But I'm far from finished. Stepping back from the art, I see that I've made some significant errors in my proportions. This can happen sometimes when you're drawing at a large scale; because the top of the paper's tilted down and away from you, it's easy to overcompensate and draw things near the top too large. Held at an angle, the art looks fine, but seen straight-on, it's warped. And that's what's happened here; the head's too large and the neck is too long, especially given the low-angle we've got on this character (Fig.03).


So I scan the image and bring it into Photoshop where I can easily transform the scaling and adjust the head. At the same time, I use Liquify to push a few other things, like her shoulder, into a more naturalistic position.

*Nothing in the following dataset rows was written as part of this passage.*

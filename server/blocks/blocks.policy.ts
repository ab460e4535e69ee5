/**
 * Who may do what with one block, on top of the swap's rules (deny by default): the maker marks it
 * sewn, hands it in and measures it; coordinators and admins of the guild take it in, measure it
 * with the ruler and trim it; both may read it.
 */
import type pg from 'pg';
import type { Transaction } from 'sequelize';
import type { Role } from '@shared/schemas/guilds';
import type { Block, Swap } from '../db/models';
import { assertGuildRole } from '../guilds/guilds.policy';
import { ForbiddenError, NotFoundError } from '../http/errors';
import { readAccess, takeViewerRole, type SwapAccess } from '../swaps/swaps.policy';
import { viewerRole } from '../swaps/swaps.queries';
import { findBlockWithSwap } from './blocks.queries';

export interface BlockAccess extends SwapAccess {
  block: Block;
  isMaker: boolean;
}

/**
 * Where a policy reads the block: with a transaction, the block is locked there for the change the
 * request is about to make, and the service works on the instance read here.
 */
export interface BlockRead {
  pool: pg.Pool;
  transaction?: Transaction;
}

/** The block with its swap and the caller's role in the swap's guild, in one query. */
async function loadBlock(
  { pool, transaction }: BlockRead,
  userId: number,
  blockId: number,
): Promise<{ block: Block; swap: Swap; role: Role | null }> {
  const found = await findBlockWithSwap(pool, blockId, {
    extraSwapColumns: `${viewerRole('s')} AS "swap.viewerRole"`,
    bind: { viewerId: userId },
    transaction,
    lockForChange: !!transaction,
  });
  if (!found) throw new NotFoundError('That block does not exist.');
  return { ...found, role: takeViewerRole(found.swap) };
}

/** The block's maker or an officer of its guild may read it. */
export async function canReadBlock(read: BlockRead, userId: number, blockId: number): Promise<BlockAccess> {
  const { block, swap, role } = await loadBlock(read, userId, blockId);
  return readBlockAccess(block, swap, role, userId);
}

/** canReadBlock's decision on a block, its swap and the caller's role read elsewhere. */
export function readBlockAccess(block: Block, swap: Swap, role: Role | null, userId: number): BlockAccess {
  return { ...readAccess(swap, role, 'That block does not exist.'), block, isMaker: block.makerId === userId };
}

/** Sewn, handed in and the maker's own measurement: only the maker. */
export async function canActAsMaker(read: BlockRead, userId: number, blockId: number): Promise<BlockAccess> {
  const access = await canReadBlock(read, userId, blockId);
  if (!access.isMaker) throw new ForbiddenError('This block belongs to another maker; only they can change it.');
  return access;
}

/** Received, ruler measurements and trimming: coordinators and admins. */
export async function canManageBlock(read: BlockRead, userId: number, blockId: number): Promise<BlockAccess> {
  const { block, swap, role } = await loadBlock(read, userId, blockId);
  return {
    swap,
    role: assertGuildRole(role, 'swaps:manage', 'That block does not exist.'),
    canManage: true,
    block,
    isMaker: block.makerId === userId,
  };
}

export type MeasuringAs = 'ruler' | 'maker';

/**
 * Which measurement the caller records: the ruler one (coordinators and admins) or the maker's own
 * (the block's maker). Without `asked`, officers record the ruler one and the maker their own.
 */
export function measuringAs(access: BlockAccess, asked?: MeasuringAs): MeasuringAs {
  const source = asked ?? (access.canManage ? 'ruler' : 'maker');
  if (source === 'ruler' && !access.canManage) {
    throw new ForbiddenError('Only a coordinator or admin records the ruler measurement; yours is saved as the maker’s own.');
  }
  if (source === 'maker' && !access.isMaker)
    throw new ForbiddenError('Only the block’s maker can record the maker’s own measurement.');
  return source;
}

Another helpful trick at this point is to flip your canvas horizontally or likewise hold your drawing up to a mirror. Mistakes tend to jump out like sore thumbs when the image is viewed this way, and you should do it often. In Photoshop, I've mapped the flip command to the F5 key as an Action, and this greatly speeds up the process.

I make one last adjustment to the basic pose, by pulling her right leg outward a bit, and then I'm ready to start on her outfit. It might be tempting to add costuming details before this stage, but I wouldn't recommend it. Make absolutely sure that your pose is sound before continuing, or you may have to redo work later (Fig.04).